# Su-47???



## Aggie08 (Sep 19, 2005)

I was meandering on a website and stumbled upon this awesome looking bird. I didn't know that anyone was going to put a swept wing plane into service, I remember that the USA tested the X-29 which was a swept wing plane... Any info anyone? All the site said was that a Russian test pilot said it was "very near completion." Crazy!


----------



## cheddar cheese (Sep 19, 2005)

Best looking plane in recent time, and, so ive read, highly manoeverable.


----------



## evangilder (Sep 19, 2005)

It's called the Berkut. There is some info here:

http://www.airforce-technology.com/projects/s37/
http://www.flymig.com/aircraft/Su-47/


----------



## the lancaster kicks ass (Sep 22, 2005)

yeah but the russians can't afford to take her past the development stages.........


----------



## Gnomey (Sep 22, 2005)

the lancaster kicks ass said:


> yeah but the russians can't afford to take her past the development stages.........


Highly likely but she is still a sweet looking aircraft!


----------



## the lancaster kicks ass (Sep 22, 2005)

i can't deny that!


----------



## dinos7 (Oct 29, 2005)

well the russians and the commies have a couple of those planes


----------



## the lancaster kicks ass (Oct 30, 2005)

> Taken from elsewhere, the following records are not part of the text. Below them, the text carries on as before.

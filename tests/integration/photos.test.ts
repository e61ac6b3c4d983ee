import { createHash, randomUUID } from 'node:crypto'
import { request } from 'node:http'
import { afterAll, beforeAll, describe, expect, it } from 'vitest'
import { Photo, User } from '../../server/db/models'
import { closeTestDatabase, testDatabase } from '../support/database'
import { type TestRound, makeRound, makeVisit } from '../support/field'
import { keysUnder, objectSize } from '../support/object-store'
import { type Client, baseUrl, demoUser, freshClient } from '../support/server'

let enumerator: Client
let round: TestRound
let visitId: string

beforeAll(async () => {
  testDatabase()
  const coordinator = freshClient()
  enumerator = freshClient()
  await coordinator.signIn(demoUser('coordinator').email)
  await enumerator.signIn(demoUser('enumerator').email)
  const me = await User.findOne({ where: { email: demoUser('enumerator').email } })
  round = await makeRound(coordinator, me!.id)
  const visit = makeVisit(round)
  visitId = visit.id
  expect((await enumerator.post('/api/sync/visits', { visits: [visit] })).status).toBe(200)
})
afterAll(closeTestDatabase)

const sha = (b: Buffer) => createHash('sha256').update(b).digest('hex')
// A body that starts as a JPEG does (the server checks a photo by its first bytes), padded to the size wanted.
const jpeg = (size: number, fill: number) => Buffer.concat([Buffer.from([0xFF, 0xD8, 0xFF, 0xE0]), Buffer.alloc(size - 4, fill)])

function put(photoId: string, body: Buffer, { visit = visitId, type = 'image/jpeg', digest = sha(body), client = enumerator } = {}) {
  return fetch(`${baseUrl()}/api/photos/${photoId}?visitId=${visit}&sha256=${digest}`, {
    method: 'PUT',
    headers: { 'content-type': type, 'cookie': client.cookieHeader(), 'x-forwarded-for': '10.8.8.8' },
    body
  })
}

describe('photos', () => {
  it('stores a photo in the bucket under its visit and marks it stored; a resend is a duplicate', async () => {
    const bytes = jpeg(50_000, 7)
    const id = randomUUID()
    const answer = await put(id, bytes)
    expect(answer.status).toBe(200)
    expect(await answer.json()).toEqual({ id, status: 'stored' })
    const row = await Photo.findByPk(id)
    expect(row).toMatchObject({ status: 'stored', visitId, sizeBytes: 50_000, sha256: sha(bytes) })
    expect(await objectSize(row!.objectKey)).toBe(50_000)
    expect(await keysUnder('incoming/')).toEqual([])
    expect(await (await put(id, bytes)).json()).toEqual({ id, status: 'duplicate' })

    // The coordinator sees it with its visit, and can fetch the same bytes back.
    const coordinator = freshClient()
    await coordinator.signIn(demoUser('coordinator').email)
    const review = await coordinator.get<{ items: Array<{ id: string, photoIds: string[] }> }>(`/api/review/visits?roundId=${round.roundId}`)
    expect(review.body.items.find(v => v.id === visitId)!.photoIds).toContain(id)
    const back = await fetch(`${baseUrl()}/api/review/photos/${id}`, { headers: { 'cookie': coordinator.cookieHeader(), 'x-forwarded-for': '10.8.8.7' } })
    expect(back.status).toBe(200)
    expect(back.headers.get('content-type')).toBe('image/jpeg')
    expect(back.headers.get('x-content-type-options')).toBe('nosniff')
    expect(back.headers.get('content-disposition')).toBe(`inline; filename="photo-${id}.jpg"`)
    expect(Buffer.from(await back.arrayBuffer()).equals(bytes)).toBe(true)
  })

  it('answers 413 to an oversized photo and stores nothing', async () => {
    const id = randomUUID()
    const answer = await put(id, jpeg(3 * 1024 * 1024 + 10, 1))
    expect(answer.status).toBe(413)
    expect((await answer.json()).message).toMatch(/larger than/)
    expect(await Photo.findByPk(id)).toBeNull()
  })

  it.each([
    ['a damaged body (checksum mismatch)', { digest: 'a'.repeat(64) }, 400],
    ['a type that is not a photo', { type: 'application/pdf' }, 415],
    ['a visit not yet synced', { visit: randomUUID() }, 404],
    ['a malformed checksum', { digest: 'abc' }, 400]
  ])('refuses %s and stores nothing', async (_what, options, status) => {
    const id = randomUUID()
    const answer = await put(id, jpeg(1000, 2), options)
    expect(answer.status).toBe(status)
    expect(await Photo.findByPk(id)).toBeNull()
  })

  it('never attaches a photo whose upload was cut off halfway; the retry stores it', async () => {
    const id = randomUUID()
    const bytes = jpeg(200_000, 9)
    await new Promise<void>((resolve) => {
      const req = request(`${baseUrl()}/api/photos/${id}?visitId=${visitId}&sha256=${sha(bytes)}`, {
        method: 'PUT',
        headers: { 'content-type': 'image/jpeg', 'content-length': bytes.length, 'cookie': enumerator.cookieHeader(), 'x-forwarded-for': '10.8.8.9' }
      })
      req.on('error', () => resolve())
      req.on('close', () => resolve())
      req.write(bytes.subarray(0, 80_000), () => setTimeout(() => req.destroy(), 50))
    })
    await new Promise(r => setTimeout(r, 300))
    expect(await Photo.count({ where: { id, status: 'stored' } })).toBe(0)
    expect(await keysUnder(`visits/${visitId}/${id}`)).toEqual([])
    const retry = await put(id, bytes)
    expect(retry.status).toBe(200)
    expect(await Photo.count({ where: { id, status: 'stored' } })).toBe(1)
  })
})
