import { afterAll, beforeAll, describe, expect, it } from 'vitest'
import { AuditEntry, DEFAULT_ORGANISATION_SETTINGS, Organisation, User } from '../../server/db/models'
import { closeTestDatabase, testDatabase } from '../support/database'
import { uniqueEmail } from '../support/outbox'
import { type Client, DEMO, demoUser, freshClient } from '../support/server'
import { GOOD_PASSWORD, inviteThroughMail, newPerson } from '../support/team'

// A second, invented organisation with a single admin, so the last-admin rule can be tried without touching
// the demo organisation that other tests sign in to.
let otherAdmin: Client
let otherAdminId: number
let demoAdmin: Client

beforeAll(async () => {
  testDatabase()
  const suffix = Math.random().toString(36).slice(2, 8)
  const organisation = await Organisation.create({ name: 'Tamarind Ridge Seed Cooperative', slug: `tamarind-ridge-${suffix}`, settings: DEFAULT_ORGANISATION_SETTINGS })
  // The demo password's hash, copied, so this admin can sign in without the test hashing anything.
  const { passwordHash } = (await User.findOne({ where: { email: demoUser('admin').email } }))!
  const user = await User.create({
    organisationId: organisation.id,
    email: uniqueEmail('tamarind-admin'),
    name: 'Oluwaseun Brandvold',
    role: 'admin',
    passwordHash,
    lastSignInAt: null
  })
  otherAdminId = user.id
  otherAdmin = freshClient()
  await otherAdmin.signIn(user.email, DEMO.password)
  demoAdmin = freshClient()
  await demoAdmin.signIn(demoUser('admin').email)
})
afterAll(closeTestDatabase)

const patch = (client: Client, id: number | string, body: unknown) => client.request('PATCH', `/api/people/${id}`, body)

describe('the last active administrator', () => {
  it('cannot demote or deactivate themself, but can once a second admin exists', async () => {
    const demote = await patch(otherAdmin, otherAdminId, { role: 'coordinator' })
    expect(demote.status).toBe(409)
    expect(demote.body.message).toBe('You are the last active administrator. Make someone else an administrator first.')
    expect((await patch(otherAdmin, otherAdminId, { active: false })).status).toBe(409)
    expect((await User.findByPk(otherAdminId))!).toMatchObject({ role: 'admin', active: true })

    const second = await newPerson(otherAdmin, 'coordinator')
    expect((await patch(otherAdmin, second.userId, { role: 'admin' })).status).toBe(200)
    expect((await second.client.get('/api/people')).status).toBe(200)
    // Now the first admin may step down; the second is then the last one and is protected in turn.
    expect((await patch(otherAdmin, otherAdminId, { role: 'coordinator' })).status).toBe(200)
    expect((await otherAdmin.get('/api/people')).status).toBe(403)
    const last = await patch(second.client, second.userId, { active: false })
    expect(last.status).toBe(409)
    // Restore the first admin for the tests below.
    expect((await patch(second.client, otherAdminId, { role: 'admin' })).status).toBe(200)
    expect((await otherAdmin.get('/api/people')).status).toBe(200)
  })
})

describe('deactivating, reactivating and changing roles', () => {
  it('refuses a deactivated person at their next request, lets them back after reactivation, and audits both', async () => {
    const person = await newPerson(otherAdmin, 'enumerator')
    expect((await person.client.get('/api/me')).status).toBe(200)
    const off = await patch(otherAdmin, person.userId, { active: false })
    expect(off.status).toBe(200)
    expect(off.body).toMatchObject({ active: false })
    const next = await person.client.get('/api/me')
    expect(next.status).toBe(401)
    expect(next.body.message).toMatch(/no longer active/)
    expect((await freshClient().post('/api/auth/signin', { email: person.email, password: person.password })).status).toBe(403)

    expect((await patch(otherAdmin, person.userId, { active: true })).status).toBe(200)
    await freshClient().signIn(person.email, person.password)
    const actions = (await AuditEntry.findAll({ where: { entityType: 'user', entityId: String(person.userId) }, order: [['id', 'ASC']] })).map(e => e.action)
    expect(actions).toEqual(expect.arrayContaining(['user.invited', 'user.deactivated', 'user.reactivated']))
  })

  it('changes a role at once and records from and to', async () => {
    const person = await newPerson(otherAdmin, 'enumerator')
    expect((await person.client.get('/api/people')).status).toBe(403)
    expect((await patch(otherAdmin, person.userId, { role: 'admin' })).status).toBe(200)
    expect((await person.client.get('/api/people')).status).toBe(200)
    expect((await patch(otherAdmin, person.userId, { role: 'funder' })).status).toBe(200)
    const entry = await AuditEntry.findOne({ where: { action: 'user.role_changed', entityId: String(person.userId) }, order: [['id', 'DESC']] })
    expect(entry!.details).toMatchObject({ from: 'admin', to: 'funder' })
    expect(entry!.actorUserId).toBe(otherAdminId)
  })

  it('answers 404 for a person of another organisation and changes nothing', async () => {
    const answer = await patch(demoAdmin, otherAdminId, { active: false })
    expect(answer.status).toBe(404)
    expect((await User.findByPk(otherAdminId))!.active).toBe(true)
    expect((await patch(demoAdmin, 999_999, { active: false })).status).toBe(404)
  })

  it.each([
    ['an empty object', 1, {}],
    ['an unknown role', 1, { role: 'wizard' }],
    ['a string for active', 1, { active: 'no' }],
    ['no body', 1, undefined],
    ['an id that is not a number', 'abc', { active: true }]
  ])('answers 400 to %s', async (_label, id, body) => {
    const answer = await patch(demoAdmin, id, body)
    expect(answer.status).toBe(400)
    expect(answer.body.message.length).toBeGreaterThan(5)
  })
})

describe('the audit log', () => {
  it('filters by record type and by day', async () => {
    const today = new Date().toISOString().slice(0, 10)
    const users = await otherAdmin.get<{ items: Array<{ entityType: string | null }> }>(`/api/audit?entity=user&from=${today}&to=${today}`)
    expect(users.status).toBe(200)
    expect(users.body.items.length).toBeGreaterThan(0)
    expect(users.body.items.every(e => e.entityType === 'user')).toBe(true)
    const past = await otherAdmin.get<{ items: unknown[] }>('/api/audit?from=2001-01-01&to=2001-01-31')
    expect(past.body.items).toEqual([])
    expect((await otherAdmin.get('/api/audit?from=2026-02-31')).status).toBe(400)
    expect((await otherAdmin.get('/api/audit?to=yesterday')).status).toBe(400)
  })
})

describe('an address another organisation uses', () => {
  const answerShape = (body: Record<string, unknown>) => Object.keys(body).sort().join(',')

  it('is invited with the same answer as a new address, and its owner is told only on opening the link', async () => {
    const taken = await inviteThroughMail(otherAdmin, { email: demoUser('funder').email, role: 'enumerator' })
    const fresh = await otherAdmin.post<Record<string, unknown>>('/api/people/invitations', { email: uniqueEmail('tamarind-new'), role: 'enumerator' })
    const again = await otherAdmin.post<Record<string, unknown>>('/api/people/invitations', { email: demoUser('coordinator').email, role: 'enumerator' })
    expect(fresh.status).toBe(201)
    expect(again.status).toBe(201)
    expect(answerShape(again.body)).toBe(answerShape(fresh.body))
    expect(again.body.reinvited).toBe(false)

    // The owner of the address opens the link: told plainly, nothing is changed.
    const opened = await freshClient().post('/api/auth/link', { token: taken.token, purpose: 'invitation' })
    expect(opened.status).toBe(409)
    expect(opened.body.message).toMatch(/already signs in to Furrowcast for another organisation/)
    const used = await freshClient().post('/api/auth/password', { token: taken.token, purpose: 'invitation', password: GOOD_PASSWORD })
    expect(used.status).toBe(409)
    // Their own account still signs in, to their own organisation.
    const owner = freshClient()
    await owner.signIn(demoUser('funder').email)
    expect((await owner.get<{ role: string }>('/api/me')).body.role).toBe('funder')
  })

  it('holds one password: of two organisations inviting one new address, the first link used wins', async () => {
    const email = uniqueEmail('two-invitations')
    const first = await inviteThroughMail(otherAdmin, { email, role: 'enumerator' })
    const second = await inviteThroughMail(demoAdmin, { email, role: 'coordinator' })
    expect((await freshClient().post('/api/auth/password', { token: second.token, purpose: 'invitation', password: GOOD_PASSWORD })).status).toBe(200)
    const late = await freshClient().post('/api/auth/password', { token: first.token, purpose: 'invitation', password: GOOD_PASSWORD })
    expect(late.status).toBe(409)
    expect(await User.count({ where: { email } })).toBe(2)
    const client = freshClient()
    await client.signIn(email, GOOD_PASSWORD)
    expect((await client.get<{ role: string }>('/api/me')).body.role).toBe('coordinator')
  })
})
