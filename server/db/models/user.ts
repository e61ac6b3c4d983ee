import { DataTypes, Model, type CreationOptional, type ForeignKey, type InferAttributes, type InferCreationAttributes, type NonAttribute, type Sequelize } from 'sequelize'
import { ROLES, type Role } from '../../../shared/utils/roles'
import type { Organisation } from './organisation'

export class User extends Model<InferAttributes<User>, InferCreationAttributes<User>> {
  declare id: CreationOptional<number>
  declare organisationId: ForeignKey<Organisation['id']>
  declare email: string
  declare name: string
  declare role: Role
  /** scrypt hash from nuxt-auth-utils' hashPassword; null until an invitation is accepted. */
  declare passwordHash: string | null
  declare active: CreationOptional<boolean>
  declare lastSignInAt: Date | null
  declare passwordChangedAt: CreationOptional<Date | null>
  /** When the latest invitation was sent; null for people created otherwise (the demo seed). */
  declare invitedAt: CreationOptional<Date | null>
  declare createdAt: CreationOptional<Date>
  declare updatedAt: CreationOptional<Date>
  declare organisation?: NonAttribute<Organisation>

  static initModel(sequelize: Sequelize) {
    User.init({
      id: { type: DataTypes.INTEGER.UNSIGNED, autoIncrement: true, primaryKey: true },
      // Unique per organisation; at most one account per address holds a password (migration 0060).
      email: { type: DataTypes.STRING(254), allowNull: false },
      name: { type: DataTypes.STRING(160), allowNull: false },
      role: { type: DataTypes.ENUM(...ROLES), allowNull: false },
      passwordHash: { type: DataTypes.STRING(255), allowNull: true },
      active: { type: DataTypes.BOOLEAN, allowNull: false, defaultValue: true },
      lastSignInAt: { type: DataTypes.DATE, allowNull: true },
      passwordChangedAt: { type: DataTypes.DATE, allowNull: true },
      invitedAt: { type: DataTypes.DATE, allowNull: true },
      createdAt: DataTypes.DATE,
      updatedAt: DataTypes.DATE
    }, { sequelize, tableName: 'users' })
  }
}
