import type { Sequelize } from 'sequelize'
import { Assignment } from './assignment'
import { AuditEntry } from './audit-entry'
import { DEFAULT_ORGANISATION_SETTINGS, Organisation, type OrganisationSettings } from './organisation'
import { Photo } from './photo'
import { QuestionnaireVersion } from './questionnaire-version'
import { ROUND_STATUSES, Round, type RoundStatus } from './round'
import { RoundVillage } from './round-village'
import { SignInAttempt } from './sign-in-attempt'
import { User } from './user'
import { Village } from './village'
import { REVIEW_STATES, Visit, type ReviewState, type VisitFlags } from './visit'

export { AuditEntry, DEFAULT_ORGANISATION_SETTINGS, Organisation, SignInAttempt, User }
export { Assignment, Photo, QuestionnaireVersion, REVIEW_STATES, ROUND_STATUSES, Round, RoundVillage, Village, Visit }
export type { OrganisationSettings, ReviewState, RoundStatus, VisitFlags }

export function initModels(sequelize: Sequelize): void {
  Organisation.initModel(sequelize)
  User.initModel(sequelize)
  AuditEntry.initModel(sequelize)
  SignInAttempt.initModel(sequelize)
  Organisation.hasMany(User, { foreignKey: 'organisationId', as: 'users' })
  User.belongsTo(Organisation, { foreignKey: 'organisationId', as: 'organisation' })

  Village.initModel(sequelize)
  Round.initModel(sequelize)
  QuestionnaireVersion.initModel(sequelize)
  RoundVillage.initModel(sequelize)
  Assignment.initModel(sequelize)
  Visit.initModel(sequelize)
  Photo.initModel(sequelize)
  Visit.belongsTo(Village, { foreignKey: 'villageId', as: 'village' })
  Visit.belongsTo(User, { foreignKey: 'enumeratorId', as: 'enumerator' })
}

they're not "commies" anymore..............

and they have a few but only development models..........


----------



## plan_D (Oct 30, 2005)

Russia is a "controlled democracy" which is exactly what the Repbulicans in the Spanish Civil War called themselves. The Republicans being made up of the extreme left, left, center-left, seperatist and atheist people. 

Unless by saying "...the russians and the commies..." he was refering to Communist China.


----------



## the lancaster kicks ass (Oct 30, 2005)

but i don't believe china has any.........


----------



## dinos7 (Oct 30, 2005)

hey i didnt mean russia is communist, thats why i said russia AND the commies have a few of them.


----------



## DerAdlerIstGelandet (Oct 30, 2005)

And they dont have the money to develop them.


----------



## the lancaster kicks ass (Oct 31, 2005)

which is a shame...........


----------



## DerAdlerIstGelandet (Nov 1, 2005)

Or it could be a good thing, because they would just sell it to places that dont need it....


----------



## SUperflanker37 (Nov 20, 2005)

yeah.. economically they dont have the ability to go into production (hence the death of the SU-37 *cry*) The SU-47 above is a very cool looking bird indeed. I've read a bit about it before but I don't remember the details.


----------



## DerAdlerIstGelandet (Nov 20, 2005)

Too expensive for them also. Never will happen.


----------



## Gnomey (Nov 20, 2005)

DerAdlerIstGelandet said:


> Too expensive for them also. Never will happen.


Agreed Alder.


----------



## Eagle_Giuli (Nov 23, 2005)

The SU-47 Berkut never was thought as a massive-produced aircraft. It was only produced by Sukhoi in order to show that the Russian technologies were as good as its competitors in Europe and the United States, but the main problem was that the first customer of Sukhoi, the Russian government, was in bankruptcy, and that's why Sukhoi wasn't producing new aircraft by those ages.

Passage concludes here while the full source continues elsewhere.